### Work instruction
Which lines come from the start of the records through the line that holds "size, base, self, type, total"? Write them out word for word.

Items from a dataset
Start of Block

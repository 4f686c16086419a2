// Search results in pages, behind random tokens that say nothing about what follows.
import { randomBytes } from 'node:crypto'

export class Pages {
  held = new Map()

  constructor(cap) {
    this.cap = cap
  }

  /** The first page of a search. */
  first({ rows, base, self, asked, quirks, type }) {
    const wanted = quirks.smallPages ? Number(quirks.smallPages) : Math.min(asked ?? this.cap, this.cap)
    return this.page({ rows, offset: 0, size: Math.max(1, wanted), base, self, type, total: rows.length }, quirks)
  }

  /** The page behind a token; null where the token is unknown or has expired. */
  next(token, quirks) {
    const state = this.held.get(token)
    if (!state) return null
    if (quirks.expirePages) {
      quirks.expirePages -= 1
      this.held.delete(token)
      return null
    }
    return this.page(state, quirks)
  }

  page(state, quirks) {
    const { rows, offset, size, base, self, type, total } = state
    const empty = Boolean(quirks.emptyPages) && !state.wasEmpty && offset > 0
    const shown = empty ? [] : rows.slice(offset, offset + size)
    // A row added meanwhile pushes the last one of this page onto the next.
    const following = empty ? offset : offset + size - (quirks.repeatRows && size > 1 ? 1 : 0)
    const links = [{ relation: 'self', url: self }]
    if (following < rows.length) links.push({ relation: 'next', url: this.link({ ...state, offset: following, wasEmpty: empty }, base, quirks) })
    const entry = shown.map(resource => ({ fullUrl: `${base}/${resource.resourceType}/${resource.id}`, resource: spoil(resource, quirks), search: { mode: 'match' } }))
    if (quirks.outcomeEntry) entry.push(remark('information', 'informational'))
    if (quirks.incompleteEntry) entry.push(remark('warning', 'incomplete'))
    const bundle = { resourceType: 'Bundle', id: randomBytes(8).toString('hex'), type: 'searchset', link: links }
    if (!quirks.noTotal) bundle.total = total
    if (entry.length > 0) bundle.entry = entry
    return { bundle, type }
  }

  link(state, base, quirks) {
    if (quirks.loopNext && state.token) return `${base}?_page=${state.token}`
    const token = randomBytes(18).toString('base64url')
    this.held.set(token, { ...state, token })
    if (quirks.foreignNext) return `${quirks.foreignNext === true ? 'http://127.0.0.2:9' : quirks.foreignNext}/?_page=${token}`
    return quirks.relativeNext ? `?_page=${token}` : `${base}?_page=${token}`
  }
}

function remark(severity, code) {
  return { resource: { resourceType: 'OperationOutcome', issue: [{ severity, code }] }, search: { mode: 'outcome' } }
}

function spoil(resource, quirks) {
  const row = structuredClone(resource)
  if (quirks.numberAsString && row.valueQuantity) row.valueQuantity.value = String(row.valueQuantity.value)
  if (quirks.unknownExtensions) row.extension = [{ url: 'https://northshore.example/fhir/unknown', valueString: 'x' }]
  return row
}
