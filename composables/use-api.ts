import { FetchError } from 'ofetch'

/** A failed call in words a person may read, from the server's problem details. */
export interface ApiProblem {
  status: number
  code: string
  title: string
  detail: string
  /** Field paths with what is wrong, for the fields and the summary. */
  errors: { path: string, message: string }[]
  /** What the server said beside it: current state, who changed it. */
  extra: Record<string, unknown>
}

export type ApiResult<T> = { ok: true, data: T, version: number | null } | { ok: false, problem: ApiProblem }

export interface WriteOptions {
  /** The version that was read; becomes If-Match. */
  version?: number
  /** Names this write. Keep one key for all retries of one intent, so that it happens once. */
  key?: string
}

export interface Api {
  /** A `background` call, such as polling, does not count as something the person did: the session may end for idleness. */
  get: <T>(path: string, query?: Record<string, string | number | undefined>, options?: { background?: boolean }) => Promise<ApiResult<T>>
  post: <T>(path: string, body: object, options?: WriteOptions) => Promise<ApiResult<T>>
  put: <T>(path: string, body: object, options?: WriteOptions) => Promise<ApiResult<T>>
}

/** A fresh key for one intended write. */
export function newWriteKey(): string {
  return crypto.randomUUID()
}

/** Calls the server's routes; on the server it passes the visitor's cookie on. Never throws. */
export function useApi(): Api {
  // While rendering on the server the visitor's cookie and the visit's id go along; in the browser this is empty.
  const visitor = useRequestHeaders(['cookie', 'x-request-id'])

  async function send<T>(method: 'GET' | 'POST' | 'PUT', path: string, options: {
    body?: object
    query?: Record<string, string | number | undefined>
    write?: WriteOptions
    background?: boolean
  }): Promise<ApiResult<T>> {
    const headers: Record<string, string> = { ...visitor, ...(options.background ? { 'x-wherefore-background': '1' } : {}) }
    if (options.write?.version !== undefined) headers['if-match'] = `"${options.write.version}"`
    if (method === 'POST') headers['idempotency-key'] = options.write?.key ?? newWriteKey()
    try {
      const response = await $fetch.raw<T>(path, { method, headers, body: options.body, query: options.query, retry: false })
      const tag = /^"(\d+)"$/.exec(response.headers.get('etag') ?? '')
      return { ok: true, data: response._data as T, version: tag?.[1] ? Number(tag[1]) : null }
    }
    catch (error) {
      return { ok: false, problem: toProblem(error) }
    }
  }

  return {
    get: (path, query, options) => send('GET', path, { query, ...options }),
    post: (path, body, write) => send('POST', path, { body, write }),
    put: (path, body, write) => send('PUT', path, { body, write }),
  }
}

/** Reads problem details; anything else becomes words about the connection. */
export function toProblem(error: unknown): ApiProblem {
  const status = error instanceof FetchError ? (error.status ?? 0) : 0
  const data: unknown = error instanceof FetchError ? error.data : null
  if (typeof data === 'object' && data !== null && 'title' in data && 'detail' in data) {
    const { type, title, detail, errors, status: _status, requestId: _requestId, ...extra } = data as Record<string, unknown>
    return {
      status,
      code: String(type ?? '').replace('urn:wherefore:problem:', ''),
      title: String(title),
      detail: String(detail),
      errors: Array.isArray(errors) ? errors.filter(isFieldProblem) : [],
      extra,
    }
  }
  return {
    status,
    code: 'no-connection',
    title: 'No connection',
    detail: 'Wherefore could not be reached. What you typed is still here; try again in a moment.',
    errors: [],
    extra: {},
  }
}

function isFieldProblem(value: unknown): value is { path: string, message: string } {
  return typeof value === 'object' && value !== null && 'path' in value && 'message' in value
    && typeof value.path === 'string' && typeof value.message === 'string'
}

End of Block

### Output of the exercise
repository 4f686c16086419a2
// Search results in pages, behind random tokens that say nothing about what follows.
import { randomBytes } from 'node:crypto'

export class Pages {
  held = new Map()

  constructor(cap) {
    this.cap = cap
  }

  /** The first page of a search. */
  first({ rows, base, self, asked, quirks, type }) {
    const wanted = quirks.smallPages ? Number(quirks.smallPages) : Math.min(asked ?? this.cap, this.cap)
    return this.page({ rows, offset: 0, size: Math.max(1, wanted), base, self, type, total: rows.length }, quirks)
  }

  /** The page behind a token; null where the token is unknown or has expired. */
  next(token, quirks) {
    const state = this.held.get(token)
    if (!state) return null
    if (quirks.expirePages) {
      quirks.expirePages -= 1
      this.held.delete(token)
      return null
    }
    return this.page(state, quirks)
  }

  page(state, quirks) {
    const { rows, offset, size, base, self, type, total } = state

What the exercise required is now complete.